Taking into account the 90-day investment horizon Citigroup is expected to generate 0.16 times more return on investment than Yubo International. However, Citigroup is 6.3 times less risky than Yubo International. It trades about 0.1 of its potential returns per unit of risk. Yubo International Biotech is currently generating about -0.01 per unit of risk. If you would invest  7,186  in Citigroup on October 9, 2024 and sell it today you would earn a total of  182.00  from holding Citigroup or generate 2.53% return on investment over 90 days.
Time Period3 Months [change]
DirectionMoves Together 
StrengthInsignificant
Accuracy95.24%
ValuesDaily Returns

Citigroup  vs.  Yubo International Biotech

 Performance 
       Timeline  
Citigroup 

Risk-Adjusted Performance

10 of 100

 
Weak
 
Strong
OK
Compared to the overall equity markets, risk-adjusted returns on investments in Citigroup are ranked lower than 10 (%) of all global equities and portfolios over the last 90 days. In spite of rather unfluctuating fundamental indicators, Citigroup exhibited solid returns over the last few months and may actually be approaching a breakup point.
Yubo International 

Risk-Adjusted Performance

4 of 100

 
Weak
 
Strong
Insignificant
Compared to the overall equity markets, risk-adjusted returns on investments in Yubo International Biotech are ranked lower than 4 (%) of all global equities and portfolios over the last 90 days. Even with relatively unsteady technical and fundamental indicators, Yubo International revealed solid returns over the last few months and may actually be approaching a breakup point.

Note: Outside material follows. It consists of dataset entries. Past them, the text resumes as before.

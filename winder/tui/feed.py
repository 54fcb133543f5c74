"""The bridge between the winding threads and the screen.

Serial I/O runs in the link's reader thread (and the session runner that
consumes its events); the Textual app runs in its own event loop. Nothing in a
thread touches a widget or a reactive. Instead the thread side calls the
``Feed`` methods, which only update the latest state under a lock and append to
a bounded queue of events; the monitor's fixed-rate refresh timer calls
:meth:`Feed.take` and renders whatever is newest. However fast counts arrive,
the screen redraws at the timer's rate, and a burst of device events becomes
one batch.

:class:`WindControl` is what the monitor calls to act on the winder; the
adapter for the session runner implements it (see :mod:`winder.tui.runner`).
"""

from __future__ import annotations

import threading
import time
from collections import deque
from collections.abc import Callable
from dataclasses import dataclass, field, replace
from typing import Protocol

LINK_STATES = ("offline", "connecting", "connected", "reconnecting", "rebooted", "lost")
RUN_STATES = ("idle", "running", "paused", "stopped", "done", "fault")


@dataclass(frozen=True)
class Status:
    """The latest machine state, as the monitor shows it.

    ``turns`` is the host-tracked count (monotonic across reconnects); ``rpm``
    spindle speed in rev/min; ``guide_mm`` the traverse position the device
    reports (mm from the start flange), None without a traverse; ``state`` one of
    :data:`RUN_STATES`; ``link`` one of :data:`LINK_STATES`.
    """

    turns: float = 0.0
    rpm: float = 0.0
    guide_mm: float | None = None
    state: str = "idle"
    link: str = "offline"
    link_detail: str = ""
    faults: tuple[str, ...] = ()
    stop_turns: float | None = None   # where the session stops (None: the plan's turns)


@dataclass(frozen=True)
class LogLine:
    """One line for the event log: wall time (s since epoch), kind, text."""

    at: float
    kind: str        # "info" | "warn" | "error" | "reading" | "mark" | "link"
    text: str


@dataclass(frozen=True)
class ReadingIn:
    """A resistance reading recorded (by the session) at a count: turns, ohm, degC."""

    turns: float
    ohm: float
    temp_c: float


@dataclass
class Batch:
    """What changed since the last :meth:`Feed.take`."""

    status: Status
    changed: bool
    lines: list[LogLine] = field(default_factory=list)
    readings: list[ReadingIn] = field(default_factory=list)
    dropped: int = 0


class Feed:
    """Thread-safe latest-state mailbox with a bounded event queue.

    Any thread may call :meth:`status`, :meth:`log` and :meth:`reading`; only the
    UI calls :meth:`take`. ``clock`` gives wall time for log lines (tests freeze it).
    """

    MAX_LINES = 500

    def __init__(self, clock: Callable[[], float] = time.time):
        self._lock = threading.Lock()
        self._status = Status()
        self._changed = True
        self._lines: deque[LogLine] = deque()
        self._readings: list[ReadingIn] = []
        self._dropped = 0
        self.clock = clock

    def status(self, **changes: object) -> None:
        """Merge ``changes`` (fields of :class:`Status`) into the latest state."""
        with self._lock:
            self._status = replace(self._status, **changes)  # type: ignore[arg-type]
            self._changed = True

    def current(self) -> Status:
        """The latest state (any thread)."""
        with self._lock:
            return self._status

    def log(self, text: str, kind: str = "info") -> None:
        """Queue a line for the event log; the oldest lines go first past MAX_LINES."""
        line = LogLine(self.clock(), kind, text)
        with self._lock:
            self._lines.append(line)
            while len(self._lines) > self.MAX_LINES:
                self._lines.popleft()
                self._dropped += 1

    def reading(self, turns: float, ohm: float, temp_c: float) -> None:
        """Queue a resistance reading that has been recorded (journalled)."""
        with self._lock:
            self._readings.append(ReadingIn(turns, ohm, temp_c))

    def take(self) -> Batch:
        """Everything since the last call (UI thread)."""
        with self._lock:
            batch = Batch(self._status, self._changed, list(self._lines),
                          self._readings, self._dropped)
            self._lines.clear()
            self._readings = []
            self._changed = False
            self._dropped = 0
        return batch


class WindControl(Protocol):
    """Actions the monitor takes on the winder. Every call returns promptly.

    Methods may raise :class:`winder.errors.WinderError` with a one-line message,
    which the monitor shows in the log. ``close`` must stop the motor before
    anything else and be safe to call twice.
    """

    feed: Feed
    motor: bool          # True when the machine has a motor (a caution is due before it runs)

    def start(self) -> None: ...
    def pause(self) -> None: ...
    def resume(self) -> None: ...
    def stop(self) -> None: ...
    def log_reading(self, ohm: float, temp_c: float) -> None: ...
    def mark(self, kind: str, text: str = "") -> None: ...
    def close(self, reason: str = "quit") -> None: ...
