class PlanScreen(Screen[None]):
    """The coil's plan; keys re-plan with another target, wire or winding style."""

    BINDINGS = [
        Binding("t", "target", "Target"),
        Binding("w", "wire", "Wire"),
        Binding("minus", "thinner", "Thinner"),
        Binding("plus,equals_sign", "thicker", "Thicker"),
        Binding("s", "style", "Style"),
        Binding("enter", "wind", "Wind"),
        Binding("q", "app.quit", "Quit"),
    ]

    def __init__(self, coil: Any, planner: Planner, *,
                 on_wind: Callable[[Any, Any, Any], None] | None = None,
                 compare_span: int = 2):
        super().__init__()
        self.coil = coil
        self.planner = planner
        self.on_wind = on_wind
        self.compare_span = compare_span
        self.plan: Any = None
        self.schedule: Any = None
        self.message = ""
        self.compare_rows: list[GaugeRow] = []
        self.recommended: str | None = None
        self._recommend_key: tuple | None = None
        self._recommended: str | None = None

    def compose(self) -> ComposeResult:
        with Horizontal(id="plan-top"):
            yield Static(id="plan-title")
            yield Static(id="plan-hint")
        with Horizontal(id="plan-body"):
            with VerticalScroll(id="plan-left"):
                with Vertical(id="inputs-panel", classes="panel") as p:
                    p.border_title = "inputs"
                    yield Static(id="inputs")
                with Vertical(id="figures-panel", classes="panel") as p:
                    p.border_title = "figures"
                    yield Static(id="figures")
                with Vertical(id="warnings-panel", classes="panel") as p:
                    p.border_title = "warnings"
                    yield Static(id="warnings")
            with Vertical(id="plan-right"):
                with Vertical(id="section-panel", classes="panel") as p:
                    p.border_title = "window section"
                    yield SectionView(id="plan-section")
                with Vertical(id="gauges-panel", classes="panel") as p:
                    p.border_title = "gauge comparison"
                    yield Static(id="gauges")
                    yield Static(id="gauges-note")
        yield Footer()

    def on_mount(self) -> None:
        self.replan(self.coil)

    def check_action(self, action: str, parameters: tuple[object, ...]) -> bool | None:
        if action == "wind":
            return self.on_wind is not None
        return True

    # ----- planning
    def replan(self, coil: Any) -> bool:
        """Plan ``coil``; on success show it and keep it, else keep the last plan and say why."""
        try:
            plan = self.planner.make_plan(coil, force=True)
            schedule = (self.planner.make_schedule(plan)
                        if self.planner.make_schedule is not None else None)
        except WinderError as err:
            self.message = f"not re-planned: {err}"
            self._show_message()
            return False
        self.coil, self.plan, self.schedule = coil, plan, schedule
        self.message = ""
        self._show()
        return True

    def compare(self) -> list[GaugeRow]:
        """Plan the same target on the neighbouring sizes of the coil's wire."""
        rows = []
        wire = self.plan.wire
        for size in neighbour_sizes(wire.size_name, self.compare_span):
            if size == wire.size_name:
                p = self.plan
            else:
                try:
                    w = self.planner.make_wire(size, wire.insulation,
                                               material=wire.material.name)
                    p = self.planner.make_plan(dataclasses.replace(self.coil, wire=w),
                                               force=True)
                except WinderError as err:
                    rows.append(GaugeRow(size, error=err.message if isinstance(err, InputError)
                                         else str(err)))
                    continue
            rows.append(GaugeRow(p.wire.size_name, p.turns, p.layers, p.fill, p.resistance_ohm,
                                 p.wire_length_m, current=size == wire.size_name,
                                 recommended=size == self.recommended))
        self.compare_rows = rows
        return rows

    def recommend(self) -> str | None:
        """The gauge chooser's pick (:func:`winder.gauges.rank_gauges`) for a resistance
        target: of the sizes in the wire's series whose target length fits, the one that
        fills the bobbin most. None for other targets or custom sizes."""
        wire, target = self.plan.wire, self.coil.target
        series = getattr(wire, "series", None)
        if target.kind != "resistance" or series not in ("awg", "metric"):
            return None
        key = (self.plan.bobbin, wire.insulation, wire.material.name, self.coil.style,
               float(target.value), series)
        if key != self._recommend_key:
            from winder.gauges import rank_gauges

            try:
                options = rank_gauges(self.plan.bobbin, float(target.value), series=series,
                                      insulation=wire.insulation, style=self.coil.style,
                                      material=wire.material.name)
            except WinderError:
                options = []
            best = [o for o in options if o.recommended]
            self._recommend_key = key
            self._recommended = best[0].size if best else None
        return self._recommended

    # ----- drawing
    def _show_message(self) -> None:
        hint = self.query_one("#plan-hint", Static)
        hint.update(Text(self.message, "bold #ff8f5f") if self.message else "")

    def _show(self) -> None:
        plan, coil, bobbin, wire = self.plan, self.coil, self.plan.bobbin, self.plan.wire
        self.query_one("#plan-title", Static).update(Text.assemble(
            ("winder ", "bold #5fd7af"), ("· plan · ", "#4a5263"), (coil.name, "bold")))
        self._show_message()
        t = Table.grid(padding=(0, 1))
        t.add_column(style="#8a94a6", no_wrap=True)
        t.add_column()
        t.add_row("coil", Text(coil.name, "bold"))
        if getattr(coil, "source", None):
            t.add_row("file", str(coil.source))
        t.add_row("bobbin", f"{bobbin.name}: {core_text(bobbin.core)}")
        t.add_row("window", f"{_mm(bobbin.window_width_m, 1)} wide x "
                            f"{_mm(bobbin.window_height_m)} high")
        t.add_row("clearance", f"{_mm(bobbin.clearance_ends_m)} each end, "
                               f"{_mm(bobbin.clearance_top_m)} at the rim")
        t.add_row("wire", Text(wire.name, "bold"))
        t.add_row("", f"bare {_um(wire.bare_m)} ± {_um(wire.bare_tol_m)}, "
                      f"overall {_um(wire.od_m)} (max {_um(wire.od_max_m)}), "
                      f"{wire.material.name}")
        t.add_row("target", Text(target_text(coil.target), "bold #ffaf5f"))
        style = coil.style
        extra = ""
        if style.kind == "scatter":
            extra = f", packing {style.packing:g}" if style.packing else ", default packing"
        t.add_row("style", Text(style.kind + extra, "bold"))
        self.query_one("#inputs", Static).update(t)

        f = Table.grid(padding=(0, 2))
        f.add_column(style="#8a94a6", no_wrap=True)
        f.add_column(justify="right", style="bold", no_wrap=True)
        f.add_column(style="#8a94a6")
        tpl = f"{plan.turns_per_layer} per layer" if plan.turns_per_layer else "scatter"
        layers = plan.layers if isinstance(plan.layers, int) else f"{float(plan.layers):.1f}"
        f.add_row("turns", f"{plan.turns:,}".replace(",", " "), tpl)
        f.add_row("layers", str(layers), "")
        f.add_row("build", _mm(plan.build_height_m),
                  f"of {_mm(bobbin.usable_height_m)} usable")
        fill_style = ("bold #ff5f5f" if plan.fill > 1 else
                      "bold #d9a440" if plan.fill >= 0.9 else "bold #5fd7af")
        f.add_row("fill", Text(f"{plan.fill * 100:.1f} %", fill_style), "of usable height")
        f.add_row("wire length", f"{plan.wire_length_m:,.1f} m".replace(",", " "),
                  f"{plan.mass_kg * 1e3:.1f} g of wire")
        lo, hi = plan.resistance_band_ohm
        f.add_row("resistance", Text(ohm_text(plan.resistance_ohm), "bold #ffaf5f"),
                  f"{band_text(lo, hi)} at 20 °C")
        if abs(plan.temp_c - 20.0) > 1e-9:
            f.add_row("", ohm_text(plan.resistance_at_temp_ohm),
                      f"at {plan.temp_c:g} °C")
        if self.schedule is not None:
            f.add_row("time", duration_text(self.schedule.est_time_s),
                      f"{len(self.schedule.passes)} passes")
        else:
            f.add_row("time", "--", "no schedule")
        self.query_one("#figures", Static).update(f)

        warnings = list(plan.warnings)
        if self.schedule is not None:
            warnings += [w for w in self.schedule.warnings if w not in warnings]
        self.query_one("#warnings", Static).update(
            Text("\n".join(f"▲ {w}" for w in warnings), "#d9a440") if warnings
            else Text("none", "#5fd7af"))
        self.query_one(SectionView).show(bobbin, float(plan.build_height_m))
        self._show_gauges()

    def _show_gauges(self) -> None:
        self.recommended = self.recommend()
        t = Table(box=None, padding=(0, 1), header_style="#8a94a6", expand=True)
        for name, just in (("wire", "left"), ("turns", "right"), ("layers", "right"),
                           ("fill", "right"), ("resistance", "right"), ("length", "right")):
            t.add_column(name, justify=just, no_wrap=True)  # type: ignore[arg-type]
        for r in self.compare():
            if r.error:
                t.add_row(r.wire, Text(r.error, "#ff8f5f"), "", "", "", "")
                continue
            style = "bold #5fd7af" if r.current else ""
            fill = r.fill if r.fill is not None else math.nan
            fill_style = "#ff5f5f" if fill > 1 else "#d9a440" if fill >= 0.9 else ""
            layers = (f"{r.layers}" if isinstance(r.layers, int)
                      else f"{float(r.layers or 0):.0f}")
            mark = ("▶" if r.current else " ") + ("★" if r.recommended else " ")
            t.add_row(Text(f"{mark}{r.wire}", style),
                      f"{r.turns:,}".replace(",", " "), layers,
                      Text(f"{fill * 100:.0f} %", fill_style),
                      ohm_text(r.resistance_ohm or 0.0, 3),
                      f"{r.length_m or 0:,.0f} m".replace(",", " "), style=style)
        self.query_one("#gauges", Static).update(t)
        over = [r for r in self.compare_rows if r.fill is not None and r.fill > 1]
        note = ("; over 100 % does not fit the usable height" if over else "")
        pick = ""
        if self.recommended:
            pick = (f"\n★ {self.recommended}: the most fill at the target resistance that "
                    "still fits (the gauge chooser's pick; see winder gauges)")
        self.query_one("#gauges-note", Static).update(Text(
            f"same target, same insulation ({self.plan.wire.insulation}), "
            f"{self.coil.style.kind} winding{note}{pick}", "#8a94a6"))

    # ----- actions
    def action_target(self) -> None:
        def done(result: object | None) -> None:
            if result is None:
                return
            kind, value = result  # type: ignore[misc]
            target = dataclasses.replace(self.coil.target, kind=kind, value=value)
            self.replan(dataclasses.replace(self.coil, target=target))

        self.app.push_screen(EntryDialog(
            "Target", "A resistance ('6.2 kohm'), a turn count ('8000 turns') or 'fill':",
            value=target_text(self.coil.target), parse=parse_target), done)

    def _wire_from(self, text: str) -> Any:
        from winder.wire import parse_wire

        size, insulation = parse_wire(text)
        return self.planner.make_wire(size, insulation or self.plan.wire.insulation,
                                      material=self.plan.wire.material.name)

    def action_wire(self) -> None:
        def done(wire: object | None) -> None:
            if wire is not None:
                self.replan(dataclasses.replace(self.coil, wire=wire))

        self.app.push_screen(EntryDialog(
            "Wire", "Size and insulation, e.g. '43 AWG heavy' or '0.056 mm grade 2':",
            value=self.plan.wire.name, parse=self._wire_from), done)

    def _step(self, thicker: bool) -> None:
        size = step_size(self.plan.wire.size_name, thicker)
        if size is None:
            self.message = "no further standard size that way"
            self._show_message()
            return
        try:
            wire = self._wire_from(f"{size} {self.plan.wire.insulation}")
        except WinderError as err:
            self.message = f"not re-planned: {err}"
            self._show_message()
            return
        self.replan(dataclasses.replace(self.coil, wire=wire))

    def action_thinner(self) -> None:
        self._step(thicker=False)

    def action_thicker(self) -> None:
        self._step(thicker=True)

    def action_style(self) -> None:
        kind = self.coil.style.kind
        nxt = STYLES[(STYLES.index(kind) + 1) % len(STYLES)] if kind in STYLES else STYLES[0]
        self.replan(dataclasses.replace(self.coil,
                                        style=dataclasses.replace(self.coil.style, kind=nxt)))

    def action_wind(self) -> None:
        if self.on_wind is None:
            return
        if self.plan.fill > 1.0:
            self.message = "the build passes the usable height: change target, wire or style"
            self._show_message()
            return
        self.on_wind(self.coil, self.plan, self.schedule)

Citigroup and Yubo International Volatility Contrast

   Predicted Return Density   
       Returns  

Pair Trading with Citigroup and Yubo International

The main advantage of trading using opposite Citigroup and Yubo International positions is that it hedges away some unsystematic risk. Because of two separate transactions, even if Citigroup position performs unexpectedly, Yubo International can make up some of the losses. Pair trading also minimizes risk from directional movements in the market. For example, if an entire industry or sector drops because of unexpected headlines, the short position in Yubo International will offset losses from the drop in Yubo International's long position.
The idea behind Citigroup and Yubo International Biotech pairs trading is to make the combined position market-neutral, meaning the overall market's direction will not affect its win or loss (or potential downside or upside). This can be achieved by designing a pairs trade with two highly correlated stocks or equities that operate in a similar space or sector, making it possible to obtain profits through simple and relatively low-risk investment.
Check out your portfolio center.
Note that this page's information should be used as a complementary analysis to find the right mix of equity instruments to add to your existing portfolios or create a brand new portfolio. You can also try the Bollinger Bands module to use Bollinger Bands indicator to analyze target price for a given investing horizon.